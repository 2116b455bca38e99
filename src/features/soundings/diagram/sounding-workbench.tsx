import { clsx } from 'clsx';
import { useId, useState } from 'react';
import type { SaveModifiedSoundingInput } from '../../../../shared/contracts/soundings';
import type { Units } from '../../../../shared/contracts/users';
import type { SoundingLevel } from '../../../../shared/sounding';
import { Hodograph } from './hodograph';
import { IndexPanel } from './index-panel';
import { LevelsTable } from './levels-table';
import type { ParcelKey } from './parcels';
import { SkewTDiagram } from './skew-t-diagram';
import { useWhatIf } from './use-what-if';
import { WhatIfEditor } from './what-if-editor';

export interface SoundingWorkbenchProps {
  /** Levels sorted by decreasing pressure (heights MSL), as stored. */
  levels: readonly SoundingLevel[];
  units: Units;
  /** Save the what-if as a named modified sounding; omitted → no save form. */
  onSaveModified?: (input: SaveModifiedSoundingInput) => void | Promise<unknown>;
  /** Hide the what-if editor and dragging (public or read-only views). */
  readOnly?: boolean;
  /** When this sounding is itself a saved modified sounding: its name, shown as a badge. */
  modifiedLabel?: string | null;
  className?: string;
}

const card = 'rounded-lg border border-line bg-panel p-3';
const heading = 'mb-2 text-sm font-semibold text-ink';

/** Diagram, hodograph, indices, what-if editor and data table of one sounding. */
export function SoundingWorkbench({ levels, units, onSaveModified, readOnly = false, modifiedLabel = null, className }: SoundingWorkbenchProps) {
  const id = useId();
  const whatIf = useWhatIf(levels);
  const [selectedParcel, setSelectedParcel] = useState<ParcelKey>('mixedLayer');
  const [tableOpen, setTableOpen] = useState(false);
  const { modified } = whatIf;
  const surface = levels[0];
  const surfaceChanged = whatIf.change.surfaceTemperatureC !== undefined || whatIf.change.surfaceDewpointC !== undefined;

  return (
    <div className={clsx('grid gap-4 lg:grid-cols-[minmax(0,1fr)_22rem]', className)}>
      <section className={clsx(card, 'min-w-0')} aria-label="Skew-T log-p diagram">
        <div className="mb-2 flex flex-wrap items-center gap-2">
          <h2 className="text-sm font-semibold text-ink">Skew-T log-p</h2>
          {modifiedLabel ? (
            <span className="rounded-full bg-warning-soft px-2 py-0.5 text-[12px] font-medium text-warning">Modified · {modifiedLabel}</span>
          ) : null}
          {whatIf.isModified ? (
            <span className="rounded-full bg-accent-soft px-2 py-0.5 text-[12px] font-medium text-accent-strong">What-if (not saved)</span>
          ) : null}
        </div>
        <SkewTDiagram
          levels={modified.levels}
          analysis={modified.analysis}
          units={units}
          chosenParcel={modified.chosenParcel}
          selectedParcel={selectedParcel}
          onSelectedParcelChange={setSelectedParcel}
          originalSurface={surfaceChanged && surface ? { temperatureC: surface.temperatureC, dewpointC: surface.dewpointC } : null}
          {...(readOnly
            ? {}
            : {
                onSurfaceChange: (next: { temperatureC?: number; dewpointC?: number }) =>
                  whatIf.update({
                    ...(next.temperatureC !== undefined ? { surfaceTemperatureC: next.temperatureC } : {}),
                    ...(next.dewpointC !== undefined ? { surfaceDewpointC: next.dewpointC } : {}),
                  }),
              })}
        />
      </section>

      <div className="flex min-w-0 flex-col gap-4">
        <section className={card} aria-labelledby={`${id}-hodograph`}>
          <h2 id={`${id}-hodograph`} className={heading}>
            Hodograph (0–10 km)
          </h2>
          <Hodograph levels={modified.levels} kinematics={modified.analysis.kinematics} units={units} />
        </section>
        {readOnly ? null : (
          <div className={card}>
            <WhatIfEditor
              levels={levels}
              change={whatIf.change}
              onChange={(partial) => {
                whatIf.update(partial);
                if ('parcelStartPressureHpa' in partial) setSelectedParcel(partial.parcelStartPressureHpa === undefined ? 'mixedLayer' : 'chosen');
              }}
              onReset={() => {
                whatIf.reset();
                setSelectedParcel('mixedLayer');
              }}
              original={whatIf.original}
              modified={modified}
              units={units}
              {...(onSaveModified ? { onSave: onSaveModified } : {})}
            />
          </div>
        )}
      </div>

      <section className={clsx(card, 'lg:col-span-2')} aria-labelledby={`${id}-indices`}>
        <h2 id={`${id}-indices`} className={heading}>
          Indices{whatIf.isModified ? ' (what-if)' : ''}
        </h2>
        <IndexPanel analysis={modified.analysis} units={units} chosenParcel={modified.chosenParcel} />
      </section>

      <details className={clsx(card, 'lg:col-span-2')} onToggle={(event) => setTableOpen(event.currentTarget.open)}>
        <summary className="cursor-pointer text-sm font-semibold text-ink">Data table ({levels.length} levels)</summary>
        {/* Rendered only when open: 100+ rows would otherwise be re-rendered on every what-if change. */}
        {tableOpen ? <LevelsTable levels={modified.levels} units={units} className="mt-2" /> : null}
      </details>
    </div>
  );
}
★ ★ ★ ★ ★
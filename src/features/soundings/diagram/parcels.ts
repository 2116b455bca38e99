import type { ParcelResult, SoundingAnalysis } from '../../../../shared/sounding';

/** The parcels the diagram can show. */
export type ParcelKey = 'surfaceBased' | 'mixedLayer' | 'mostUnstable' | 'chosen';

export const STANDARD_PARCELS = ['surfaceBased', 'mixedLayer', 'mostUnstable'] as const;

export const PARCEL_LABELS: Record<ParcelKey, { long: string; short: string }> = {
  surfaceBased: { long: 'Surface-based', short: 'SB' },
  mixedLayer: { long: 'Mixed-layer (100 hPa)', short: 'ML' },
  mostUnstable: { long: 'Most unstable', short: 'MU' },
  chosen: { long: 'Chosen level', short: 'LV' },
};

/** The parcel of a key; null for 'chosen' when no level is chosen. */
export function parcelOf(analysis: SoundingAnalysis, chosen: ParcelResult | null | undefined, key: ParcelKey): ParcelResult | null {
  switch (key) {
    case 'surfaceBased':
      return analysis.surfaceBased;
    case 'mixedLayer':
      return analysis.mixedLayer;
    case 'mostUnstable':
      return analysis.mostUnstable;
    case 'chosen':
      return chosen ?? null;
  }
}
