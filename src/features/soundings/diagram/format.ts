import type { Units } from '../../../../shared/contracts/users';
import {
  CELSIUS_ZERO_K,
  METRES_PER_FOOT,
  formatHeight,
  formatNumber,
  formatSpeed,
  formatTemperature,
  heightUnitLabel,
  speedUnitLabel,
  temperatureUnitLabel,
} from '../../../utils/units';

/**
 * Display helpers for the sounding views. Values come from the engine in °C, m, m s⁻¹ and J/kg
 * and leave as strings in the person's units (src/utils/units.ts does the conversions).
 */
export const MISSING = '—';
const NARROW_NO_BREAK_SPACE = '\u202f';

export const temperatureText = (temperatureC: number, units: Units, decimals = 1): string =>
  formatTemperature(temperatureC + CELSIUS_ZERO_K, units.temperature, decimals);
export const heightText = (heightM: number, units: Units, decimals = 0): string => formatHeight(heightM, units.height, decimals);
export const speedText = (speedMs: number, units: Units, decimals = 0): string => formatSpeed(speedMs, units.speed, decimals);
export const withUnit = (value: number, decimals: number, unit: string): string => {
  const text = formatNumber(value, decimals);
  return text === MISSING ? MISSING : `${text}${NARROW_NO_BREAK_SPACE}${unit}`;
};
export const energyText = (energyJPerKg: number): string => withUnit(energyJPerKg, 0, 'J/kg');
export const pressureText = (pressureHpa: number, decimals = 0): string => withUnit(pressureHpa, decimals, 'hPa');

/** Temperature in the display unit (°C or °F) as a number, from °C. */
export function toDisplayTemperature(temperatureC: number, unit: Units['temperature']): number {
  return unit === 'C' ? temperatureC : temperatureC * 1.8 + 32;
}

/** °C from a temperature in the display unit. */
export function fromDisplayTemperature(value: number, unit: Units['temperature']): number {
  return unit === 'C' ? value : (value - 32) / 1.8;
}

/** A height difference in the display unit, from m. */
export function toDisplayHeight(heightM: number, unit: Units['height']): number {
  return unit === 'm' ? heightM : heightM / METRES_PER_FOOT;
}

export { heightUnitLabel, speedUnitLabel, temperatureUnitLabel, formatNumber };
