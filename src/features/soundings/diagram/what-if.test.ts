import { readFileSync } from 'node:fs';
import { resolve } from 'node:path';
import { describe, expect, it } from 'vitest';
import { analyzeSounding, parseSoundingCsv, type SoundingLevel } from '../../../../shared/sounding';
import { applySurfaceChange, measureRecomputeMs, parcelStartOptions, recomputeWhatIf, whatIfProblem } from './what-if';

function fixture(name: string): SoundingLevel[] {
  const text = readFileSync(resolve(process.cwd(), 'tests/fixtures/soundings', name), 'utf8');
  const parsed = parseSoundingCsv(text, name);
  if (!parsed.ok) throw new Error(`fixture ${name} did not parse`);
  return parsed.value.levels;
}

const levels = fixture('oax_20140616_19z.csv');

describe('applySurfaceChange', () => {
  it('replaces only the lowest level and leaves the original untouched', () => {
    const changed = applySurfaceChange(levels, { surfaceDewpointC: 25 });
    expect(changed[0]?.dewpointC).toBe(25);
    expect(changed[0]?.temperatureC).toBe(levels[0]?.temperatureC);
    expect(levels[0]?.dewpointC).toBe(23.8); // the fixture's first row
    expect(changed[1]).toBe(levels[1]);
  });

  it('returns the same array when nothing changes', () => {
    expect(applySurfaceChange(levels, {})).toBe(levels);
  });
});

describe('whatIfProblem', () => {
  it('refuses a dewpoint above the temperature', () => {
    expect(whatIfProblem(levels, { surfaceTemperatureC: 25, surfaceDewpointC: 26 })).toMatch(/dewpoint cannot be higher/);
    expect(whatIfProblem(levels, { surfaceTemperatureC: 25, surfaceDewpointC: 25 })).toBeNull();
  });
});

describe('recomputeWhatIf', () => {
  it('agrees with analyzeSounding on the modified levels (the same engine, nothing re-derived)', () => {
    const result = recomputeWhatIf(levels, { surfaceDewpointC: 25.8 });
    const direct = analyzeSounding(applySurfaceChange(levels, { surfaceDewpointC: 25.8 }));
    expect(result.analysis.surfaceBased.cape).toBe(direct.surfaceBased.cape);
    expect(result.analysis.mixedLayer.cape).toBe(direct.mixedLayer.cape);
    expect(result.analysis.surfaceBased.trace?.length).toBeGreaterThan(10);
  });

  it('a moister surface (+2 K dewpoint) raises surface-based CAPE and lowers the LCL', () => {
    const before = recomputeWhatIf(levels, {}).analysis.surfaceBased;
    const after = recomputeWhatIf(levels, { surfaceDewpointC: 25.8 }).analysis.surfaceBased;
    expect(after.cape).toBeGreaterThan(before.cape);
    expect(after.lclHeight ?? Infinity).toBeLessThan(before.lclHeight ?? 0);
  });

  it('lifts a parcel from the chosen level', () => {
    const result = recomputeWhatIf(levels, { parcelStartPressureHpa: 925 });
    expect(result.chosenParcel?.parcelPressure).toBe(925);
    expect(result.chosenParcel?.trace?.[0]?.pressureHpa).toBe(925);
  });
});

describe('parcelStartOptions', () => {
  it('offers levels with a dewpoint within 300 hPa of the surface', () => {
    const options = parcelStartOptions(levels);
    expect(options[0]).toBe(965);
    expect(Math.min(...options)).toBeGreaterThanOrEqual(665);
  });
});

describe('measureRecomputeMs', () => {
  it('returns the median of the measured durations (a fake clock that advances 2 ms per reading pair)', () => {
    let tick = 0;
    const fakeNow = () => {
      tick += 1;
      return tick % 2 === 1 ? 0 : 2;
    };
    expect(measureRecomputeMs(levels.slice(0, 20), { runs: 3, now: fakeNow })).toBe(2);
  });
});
★ ★ ★ ★ ★
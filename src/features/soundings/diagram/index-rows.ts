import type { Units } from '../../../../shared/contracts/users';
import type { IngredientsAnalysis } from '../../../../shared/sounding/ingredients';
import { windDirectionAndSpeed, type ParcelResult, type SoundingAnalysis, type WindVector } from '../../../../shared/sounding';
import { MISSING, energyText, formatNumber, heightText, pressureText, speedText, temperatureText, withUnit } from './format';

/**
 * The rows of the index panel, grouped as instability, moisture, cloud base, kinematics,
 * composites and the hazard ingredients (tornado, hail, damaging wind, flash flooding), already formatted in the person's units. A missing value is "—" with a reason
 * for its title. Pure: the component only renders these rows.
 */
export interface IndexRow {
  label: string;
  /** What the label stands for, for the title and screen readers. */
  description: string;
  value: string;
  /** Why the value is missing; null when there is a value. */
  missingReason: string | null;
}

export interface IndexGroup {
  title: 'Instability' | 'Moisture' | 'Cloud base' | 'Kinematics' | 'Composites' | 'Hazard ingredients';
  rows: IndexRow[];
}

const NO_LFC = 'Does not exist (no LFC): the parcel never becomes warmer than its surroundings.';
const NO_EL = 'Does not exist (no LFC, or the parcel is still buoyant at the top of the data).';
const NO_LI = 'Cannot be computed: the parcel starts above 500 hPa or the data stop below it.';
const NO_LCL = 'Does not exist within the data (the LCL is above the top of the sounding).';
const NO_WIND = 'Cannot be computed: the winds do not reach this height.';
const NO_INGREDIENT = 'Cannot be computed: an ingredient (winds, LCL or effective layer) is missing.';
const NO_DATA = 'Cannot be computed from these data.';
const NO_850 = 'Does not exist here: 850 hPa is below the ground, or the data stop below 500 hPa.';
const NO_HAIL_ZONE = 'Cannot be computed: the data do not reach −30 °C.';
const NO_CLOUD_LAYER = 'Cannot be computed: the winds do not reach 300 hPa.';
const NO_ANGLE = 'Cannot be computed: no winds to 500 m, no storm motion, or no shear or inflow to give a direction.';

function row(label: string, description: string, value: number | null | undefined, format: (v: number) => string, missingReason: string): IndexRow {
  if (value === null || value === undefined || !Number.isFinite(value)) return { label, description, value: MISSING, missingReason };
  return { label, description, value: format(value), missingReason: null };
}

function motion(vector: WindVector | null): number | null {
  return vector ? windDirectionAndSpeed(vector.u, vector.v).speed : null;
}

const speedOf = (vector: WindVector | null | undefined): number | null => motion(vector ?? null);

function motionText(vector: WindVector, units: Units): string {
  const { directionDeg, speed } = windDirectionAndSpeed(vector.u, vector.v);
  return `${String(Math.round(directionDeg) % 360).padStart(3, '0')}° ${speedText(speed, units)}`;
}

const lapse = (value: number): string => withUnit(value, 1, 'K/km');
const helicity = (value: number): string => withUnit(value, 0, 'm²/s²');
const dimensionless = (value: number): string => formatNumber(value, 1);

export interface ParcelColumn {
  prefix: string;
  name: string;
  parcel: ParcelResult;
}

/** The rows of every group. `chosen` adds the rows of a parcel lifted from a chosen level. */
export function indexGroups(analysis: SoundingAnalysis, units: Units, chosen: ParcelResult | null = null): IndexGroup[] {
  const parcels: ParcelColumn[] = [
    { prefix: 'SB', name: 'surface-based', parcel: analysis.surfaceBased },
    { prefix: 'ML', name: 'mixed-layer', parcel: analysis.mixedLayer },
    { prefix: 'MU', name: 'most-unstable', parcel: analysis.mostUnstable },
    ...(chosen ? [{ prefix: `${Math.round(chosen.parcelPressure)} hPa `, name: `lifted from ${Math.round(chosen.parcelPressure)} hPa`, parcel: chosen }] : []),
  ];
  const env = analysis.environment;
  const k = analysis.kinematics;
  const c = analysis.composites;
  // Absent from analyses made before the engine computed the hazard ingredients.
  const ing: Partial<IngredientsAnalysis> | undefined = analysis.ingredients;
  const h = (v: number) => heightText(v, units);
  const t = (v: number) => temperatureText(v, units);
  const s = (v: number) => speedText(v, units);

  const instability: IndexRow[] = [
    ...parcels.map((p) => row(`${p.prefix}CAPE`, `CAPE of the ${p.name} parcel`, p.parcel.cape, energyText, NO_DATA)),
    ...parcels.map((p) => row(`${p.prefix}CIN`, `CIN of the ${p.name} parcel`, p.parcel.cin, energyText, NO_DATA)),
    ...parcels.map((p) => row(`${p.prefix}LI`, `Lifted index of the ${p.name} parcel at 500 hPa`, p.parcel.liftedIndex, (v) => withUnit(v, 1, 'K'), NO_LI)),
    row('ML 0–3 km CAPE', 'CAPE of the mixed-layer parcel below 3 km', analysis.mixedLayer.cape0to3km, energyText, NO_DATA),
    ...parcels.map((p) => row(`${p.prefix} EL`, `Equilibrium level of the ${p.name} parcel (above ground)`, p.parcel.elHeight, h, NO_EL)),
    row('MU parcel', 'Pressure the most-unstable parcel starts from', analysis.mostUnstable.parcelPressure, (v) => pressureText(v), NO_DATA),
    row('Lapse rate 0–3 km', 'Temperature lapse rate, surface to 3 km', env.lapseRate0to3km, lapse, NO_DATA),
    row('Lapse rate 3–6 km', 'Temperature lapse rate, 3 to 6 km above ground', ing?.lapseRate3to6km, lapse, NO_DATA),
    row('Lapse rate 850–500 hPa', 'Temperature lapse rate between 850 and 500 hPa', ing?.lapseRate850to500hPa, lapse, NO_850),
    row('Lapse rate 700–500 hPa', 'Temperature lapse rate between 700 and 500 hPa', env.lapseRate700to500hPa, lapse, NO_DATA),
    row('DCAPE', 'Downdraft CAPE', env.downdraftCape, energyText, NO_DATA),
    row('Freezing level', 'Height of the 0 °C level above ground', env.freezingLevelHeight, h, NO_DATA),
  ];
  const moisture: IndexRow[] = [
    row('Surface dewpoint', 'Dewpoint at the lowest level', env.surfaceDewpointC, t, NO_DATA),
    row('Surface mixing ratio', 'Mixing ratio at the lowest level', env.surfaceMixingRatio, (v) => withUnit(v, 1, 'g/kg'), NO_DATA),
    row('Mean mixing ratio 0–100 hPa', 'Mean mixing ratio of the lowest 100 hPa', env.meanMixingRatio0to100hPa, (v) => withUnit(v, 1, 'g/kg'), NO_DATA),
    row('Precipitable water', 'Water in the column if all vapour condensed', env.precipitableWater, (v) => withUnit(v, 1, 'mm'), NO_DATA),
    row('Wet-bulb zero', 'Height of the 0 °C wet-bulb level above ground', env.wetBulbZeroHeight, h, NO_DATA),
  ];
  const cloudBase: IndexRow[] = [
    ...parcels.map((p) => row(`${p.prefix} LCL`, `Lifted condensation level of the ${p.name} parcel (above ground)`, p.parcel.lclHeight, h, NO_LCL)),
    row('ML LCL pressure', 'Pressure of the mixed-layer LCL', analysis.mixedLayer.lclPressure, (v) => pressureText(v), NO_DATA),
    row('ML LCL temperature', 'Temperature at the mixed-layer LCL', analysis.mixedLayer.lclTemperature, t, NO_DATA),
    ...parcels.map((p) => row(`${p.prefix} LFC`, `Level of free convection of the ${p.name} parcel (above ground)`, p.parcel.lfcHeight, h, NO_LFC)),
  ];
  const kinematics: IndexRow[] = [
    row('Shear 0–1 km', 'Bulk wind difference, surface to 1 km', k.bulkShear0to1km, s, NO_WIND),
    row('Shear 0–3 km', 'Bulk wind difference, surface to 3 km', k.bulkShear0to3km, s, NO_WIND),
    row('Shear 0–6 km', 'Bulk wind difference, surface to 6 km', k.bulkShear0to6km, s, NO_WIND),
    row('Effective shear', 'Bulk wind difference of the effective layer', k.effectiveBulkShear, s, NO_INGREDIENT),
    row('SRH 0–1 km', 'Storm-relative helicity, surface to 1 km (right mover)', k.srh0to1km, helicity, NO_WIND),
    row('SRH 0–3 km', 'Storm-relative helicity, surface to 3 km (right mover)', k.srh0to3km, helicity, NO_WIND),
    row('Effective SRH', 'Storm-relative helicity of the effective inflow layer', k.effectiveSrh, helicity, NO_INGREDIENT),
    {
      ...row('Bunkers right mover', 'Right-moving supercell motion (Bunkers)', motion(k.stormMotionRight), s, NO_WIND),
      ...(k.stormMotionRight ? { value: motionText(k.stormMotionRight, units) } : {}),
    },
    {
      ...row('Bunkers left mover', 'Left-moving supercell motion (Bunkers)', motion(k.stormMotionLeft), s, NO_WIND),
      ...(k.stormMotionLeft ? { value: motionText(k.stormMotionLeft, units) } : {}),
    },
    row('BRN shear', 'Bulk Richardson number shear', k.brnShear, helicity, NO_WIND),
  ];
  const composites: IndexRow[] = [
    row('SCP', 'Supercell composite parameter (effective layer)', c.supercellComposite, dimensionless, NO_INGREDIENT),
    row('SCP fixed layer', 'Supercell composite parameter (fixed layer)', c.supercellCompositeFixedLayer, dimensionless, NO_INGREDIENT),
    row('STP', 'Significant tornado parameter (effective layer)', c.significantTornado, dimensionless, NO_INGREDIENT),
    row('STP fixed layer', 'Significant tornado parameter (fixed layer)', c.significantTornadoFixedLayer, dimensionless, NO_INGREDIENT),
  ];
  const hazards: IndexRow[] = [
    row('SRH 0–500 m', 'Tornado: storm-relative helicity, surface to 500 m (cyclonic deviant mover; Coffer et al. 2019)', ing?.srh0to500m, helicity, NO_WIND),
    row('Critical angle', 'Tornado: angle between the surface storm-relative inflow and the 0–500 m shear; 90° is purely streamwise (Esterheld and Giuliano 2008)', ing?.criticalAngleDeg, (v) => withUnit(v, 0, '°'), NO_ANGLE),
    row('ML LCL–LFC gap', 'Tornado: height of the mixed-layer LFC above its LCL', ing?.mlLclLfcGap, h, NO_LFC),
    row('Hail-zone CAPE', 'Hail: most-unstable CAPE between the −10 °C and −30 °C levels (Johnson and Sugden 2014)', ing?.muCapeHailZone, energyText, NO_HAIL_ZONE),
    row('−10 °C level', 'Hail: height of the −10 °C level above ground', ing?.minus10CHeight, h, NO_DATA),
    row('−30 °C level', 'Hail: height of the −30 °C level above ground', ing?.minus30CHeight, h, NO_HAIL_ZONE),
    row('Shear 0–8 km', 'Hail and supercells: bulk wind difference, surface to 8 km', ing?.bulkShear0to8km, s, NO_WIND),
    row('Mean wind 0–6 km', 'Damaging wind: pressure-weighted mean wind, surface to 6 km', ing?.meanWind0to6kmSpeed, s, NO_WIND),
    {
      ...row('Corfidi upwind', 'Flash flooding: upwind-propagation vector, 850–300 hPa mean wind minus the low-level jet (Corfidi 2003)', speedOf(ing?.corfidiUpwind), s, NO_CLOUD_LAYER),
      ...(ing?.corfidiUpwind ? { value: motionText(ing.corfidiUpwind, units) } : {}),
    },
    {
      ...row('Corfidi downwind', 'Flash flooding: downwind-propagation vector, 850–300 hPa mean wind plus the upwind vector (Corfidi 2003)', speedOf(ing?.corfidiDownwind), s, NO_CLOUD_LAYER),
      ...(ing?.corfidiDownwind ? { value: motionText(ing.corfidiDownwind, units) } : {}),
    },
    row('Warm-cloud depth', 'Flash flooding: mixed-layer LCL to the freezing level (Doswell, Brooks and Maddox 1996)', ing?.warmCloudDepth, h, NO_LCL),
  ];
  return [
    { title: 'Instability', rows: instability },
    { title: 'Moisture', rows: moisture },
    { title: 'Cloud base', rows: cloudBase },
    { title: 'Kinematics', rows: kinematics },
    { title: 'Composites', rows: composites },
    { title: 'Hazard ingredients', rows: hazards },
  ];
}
★ ★ ★ ★ ★
*Exercise aim*: Starting at the line with "missingReason: string | null;" and ending at the line with "const NO_CLOUD_LAYER = 'Cannot", print each line of the listing above exactly, with no other lines.

*Written answer*:
  missingReason: string | null;
}

export interface IndexGroup {
  title: 'Instability' | 'Moisture' | 'Cloud base' | 'Kinematics' | 'Composites' | 'Hazard ingredients';
  rows: IndexRow[];
}

const NO_LFC = 'Does not exist (no LFC): the parcel never becomes warmer than its surroundings.';
const NO_EL = 'Does not exist (no LFC, or the parcel is still buoyant at the top of the data).';
const NO_LI = 'Cannot be computed: the parcel starts above 500 hPa or the data stop below it.';
const NO_LCL = 'Does not exist within the data (the LCL is above the top of the sounding).';
const NO_WIND = 'Cannot be computed: the winds do not reach this height.';
const NO_INGREDIENT = 'Cannot be computed: an ingredient (winds, LCL or effective layer) is missing.';
const NO_DATA = 'Cannot be computed from these data.';
const NO_850 = 'Does not exist here: 850 hPa is below the ground, or the data stop below 500 hPa.';
const NO_HAIL_ZONE = 'Cannot be computed: the data do not reach −30 °C.';
const NO_CLOUD_LAYER = 'Cannot be computed: the winds do not reach 300 hPa.';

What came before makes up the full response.